Где он теперь, Бен-Цви Скрыпник? Знает, с какой высоты падал его отец? И на какую высь вознесся? Все тела (кроме людских) падают с одинаковой скоростью. Но ни одно тело не возносится. Лишь человеки.

Тамбов продолжает меня допрашивать. Хоть бы самогона предложил, чем руки им мыть.

– Не мог, понимаешь? Вспомни, может, он хоть выругался, какое-то слово сказал?

Штайн. Это точно. А первое слово я не расслышал. Коф... копф... И еще: кайн.

– Может, копфштайн? Булыжник?

– Может.

– Немецкий учил? Ну-ка, напиши здесь. Через "s". Немецкое "s" перед "t" читается как "шэ", и пишется соответственно.

Я зачеркнул лишние, осталось: Kopfstein.

– Теперь еще раз, без помарки. И подпись. Как говорится, "исправленному верить". И дату поставь – 12 мая 1943 года.

– Товарищ Тамбов, немец, наверно, подумал, что я камнем ударил.

– А ты чем? Свинчаткой?

– Кулаком.

– Этим вот фаустом?[Faust– кулак (нем.).] Прямо по Гете у нас получается. А мне теперь пальчик за пальчиком разгибать этот самый кулак. Плохо получается, Балабан: труп есть, а фактов нет. Был в Германии? Встать!

И взглядом сверлит: смотреть в глаза, когда спрашивают.

– Чего я там забыл?

– А вот это мне и придется выяснить. Значит, в Германии не был, говоришь. А в Столбцах?

– Где это?

– Ну, не был и не был. Иди, зови командира.

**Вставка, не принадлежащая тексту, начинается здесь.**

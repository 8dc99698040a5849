// A dose plane on a rectilinear grid (lateral x across, depth z down the beam axis) and what the
// page reads from it: bilinear values anywhere inside, a lateral row at any depth, the central-axis
// maximum, the resampling of one plane onto another's nodes and the difference of two planes.

export interface PlaneGrid {
  /** Lateral node positions (cm), ascending. */
  xCm: readonly number[];
  /** Depth node positions (cm), ascending. */
  depthCm: readonly number[];
  /** One row per depth, one value per x (e.g. cGy/MU). */
  values: readonly (readonly number[])[];
}

const at = (a: readonly number[], i: number): number => a[i] as number;

/** Index i with a[i] ≤ v ≤ a[i+1] (clamped to the ends) and the fraction of the way from a[i]. */
export function cellOf(a: readonly number[], v: number): { i: number; t: number } {
  const n = a.length;
  if (n < 2) return { i: 0, t: 0 };
  if (v <= at(a, 0)) return { i: 0, t: 0 };
  if (v >= at(a, n - 1)) return { i: n - 2, t: 1 };
  let lo = 0;
  let hi = n - 1;
  while (hi - lo > 1) {
    const mid = (lo + hi) >> 1;
    if (at(a, mid) <= v) lo = mid;
    else hi = mid;
  }
  const span = at(a, lo + 1) - at(a, lo);
  return { i: lo, t: span > 0 ? (v - at(a, lo)) / span : 0 };
}

/** Value at (x, z) by bilinear interpolation between the four surrounding nodes (ends clamped). */
export function bilinearAt(g: PlaneGrid, xCm: number, depthCm: number): number {
  const cx = cellOf(g.xCm, xCm);
  const cz = cellOf(g.depthCm, depthCm);
  const row0 = g.values[cz.i] ?? [];
  const row1 = g.values[Math.min(cz.i + 1, g.depthCm.length - 1)] ?? row0;
  const j1 = Math.min(cx.i + 1, g.xCm.length - 1);
  const v00 = row0[cx.i] ?? NaN;
  const v01 = row0[j1] ?? NaN;
  const v10 = row1[cx.i] ?? NaN;
  const v11 = row1[j1] ?? NaN;
  const top = v00 + (v01 - v00) * cx.t;
  const bottom = v10 + (v11 - v10) * cx.t;
  return top + (bottom - top) * cz.t;
}

/** The lateral row at a depth, linear between the two nearest rows, over the plane's own x nodes. */
export function rowAtDepth(g: PlaneGrid, depthCm: number): number[] {
  return g.xCm.map((x) => bilinearAt(g, x, depthCm));
}

/** Largest value on the central axis (x = 0), over the depth nodes. */
export function centralAxisMax(g: PlaneGrid): number {
  let max = -Infinity;
  for (const z of g.depthCm) {
    const v = bilinearAt(g, 0, z);
    if (Number.isFinite(v) && v > max) max = v;
  }
  return max;
}

/** Nodes of `a` that lie inside the extent of `b` (tolerance 1e-9 cm). */
function inside(a: readonly number[], b: readonly number[]): number[] {
  const lo = at(b, 0) - 1e-9;
  const hi = at(b, b.length - 1) + 1e-9;
  return a.filter((v) => v >= lo && v <= hi);
}

/** `src` resampled (bilinear) onto the nodes of `target` that lie inside both planes. */
export function resampleOnto(src: PlaneGrid, target: PlaneGrid): PlaneGrid {
  const xCm = inside(target.xCm, src.xCm);
  const depthCm = inside(target.depthCm, src.depthCm);
  return { xCm, depthCm, values: depthCm.map((z) => xCm.map((x) => bilinearAt(src, x, z))) };
}

/**
 * (a − b) in % of `referenceDose` on b's nodes inside both planes; a is resampled onto b's grid
 * when the grids differ (b, the reference method, keeps its own values).
 */
export function planeDifferencePercent(
  a: PlaneGrid,
  b: PlaneGrid,
  referenceDose: number,
): PlaneGrid {
  const onB = resampleOnto(a, b);
  const bOn = resampleOnto(b, onB);
  const scale = referenceDose > 0 ? 100 / referenceDose : NaN;
  return {
    xCm: onB.xCm,
    depthCm: onB.depthCm,
    values: onB.values.map((row, iz) =>
      row.map((v, ix) => (v - (bOn.values[iz]?.[ix] ?? NaN)) * scale),
    ),
  };
}

/** True when the plane has at least 2 × 2 nodes and every value is finite. */
export function isDrawable(g: PlaneGrid): boolean {
  return (
    g.xCm.length >= 2 &&
    g.depthCm.length >= 2 &&
    g.values.length === g.depthCm.length &&
    g.values.every((r) => r.length === g.xCm.length && r.every(Number.isFinite))
  );
}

Солнышко. Хорошо. Еще бы выпить, закусить, закурить. Но не предложено Балабану. Хорошо, хоть три сигареты добыл и одну папиросу.

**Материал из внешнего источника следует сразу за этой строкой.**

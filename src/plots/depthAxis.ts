// The depth axis shared by the slab strip and the charts: the same scale and ticks everywhere,
// so an interface on the strip sits exactly above the same depth on every chart.
import { scaleLinear, type ScaleLinear } from 'd3-scale';

export interface PlotFrame {
  width: number;
  height: number;
  margin: { top: number; right: number; bottom: number; left: number };
}

export interface Tick {
  value: number;
  px: number;
  label: string;
}

export function innerWidth(f: PlotFrame): number {
  return Math.max(10, f.width - f.margin.left - f.margin.right);
}

export function innerHeight(f: PlotFrame): number {
  return Math.max(10, f.height - f.margin.top - f.margin.bottom);
}

export function depthScale(maxDepthCm: number, frame: PlotFrame): ScaleLinear<number, number> {
  return scaleLinear()
    .domain([0, Math.max(maxDepthCm, 1e-6)])
    .range([frame.margin.left, frame.margin.left + innerWidth(frame)]);
}

const round1 = (v: number) => Math.round(v * 10) / 10;

/** Ticks with labels that carry as many decimals as the step needs. */
export function ticksOf(scale: ScaleLinear<number, number>, count: number): Tick[] {
  const format = scale.tickFormat(count);
  return scale
    .ticks(count)
    .map((value) => ({ value, px: round1(scale(value)), label: format(value) }));
}

/** About one tick per 70 px of depth axis. */
export function depthTicks(scale: ScaleLinear<number, number>): Tick[] {
  const [a, b] = scale.range() as [number, number];
  return ticksOf(scale, Math.max(2, Math.floor(Math.abs(b - a) / 70)));
}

Ой, Веня, не к добру этот Тамбов. И что за фашист такой, что его из земли выкопали, взвесили и измерили.

Вот тебе и фауст. Вот тебе и Гете вместе с Шиллером.

Через много лет, уже сам став дедом, узнал: у Гете был сын Август (незаконнорожденный), добропорядочный бюргер, которому законная жена родила двух сыновей. Так что правнуки Гете вполне могли голосовать за Гитлера. Всего сто лет разделяют события: умер Гете – да здравствует фюрер. Интересно: кто больше объединил Германию – Гете или Гитлер?

Гете знал, чем закончит Германия. "Судьба однажды накажет немецкий народ. Накажет его потому, что он предал самого себя и не хотел оставаться тем, что он есть. Грустно, что он не знает прелести истины; отвратительно, что ему так дороги туман, дым и отвратительная неумеренность; достойно сожаления, что он искренне подчиняется любому безум ному негодяю, который обращается к его самым низменным инстинктам, который поощряет его пороки и поучает его понимать национализм как разобщение и жестокость".

Прав был Гете, напророчив немцам наказание. Только хотелось бы знать, что он имел в виду под наказанием? Нельзя же целый народ, как расшалившегося школьника, поставить в угол или на коленях стоять на горохе. Народ нельзя посадить в тюрьму, хотя в принципе такое возможно. Конечно, такую тюрьму не построишь. А вот концлагерь можно. Опутать всю Германию колючей проволокой, поставить сторожевые вышки с пулеметами, рассчитать, сколько нужно еще крематориев вдобавок к тем, что немцы уже построили для других. Вот пусть и строят. Самообслуживаются.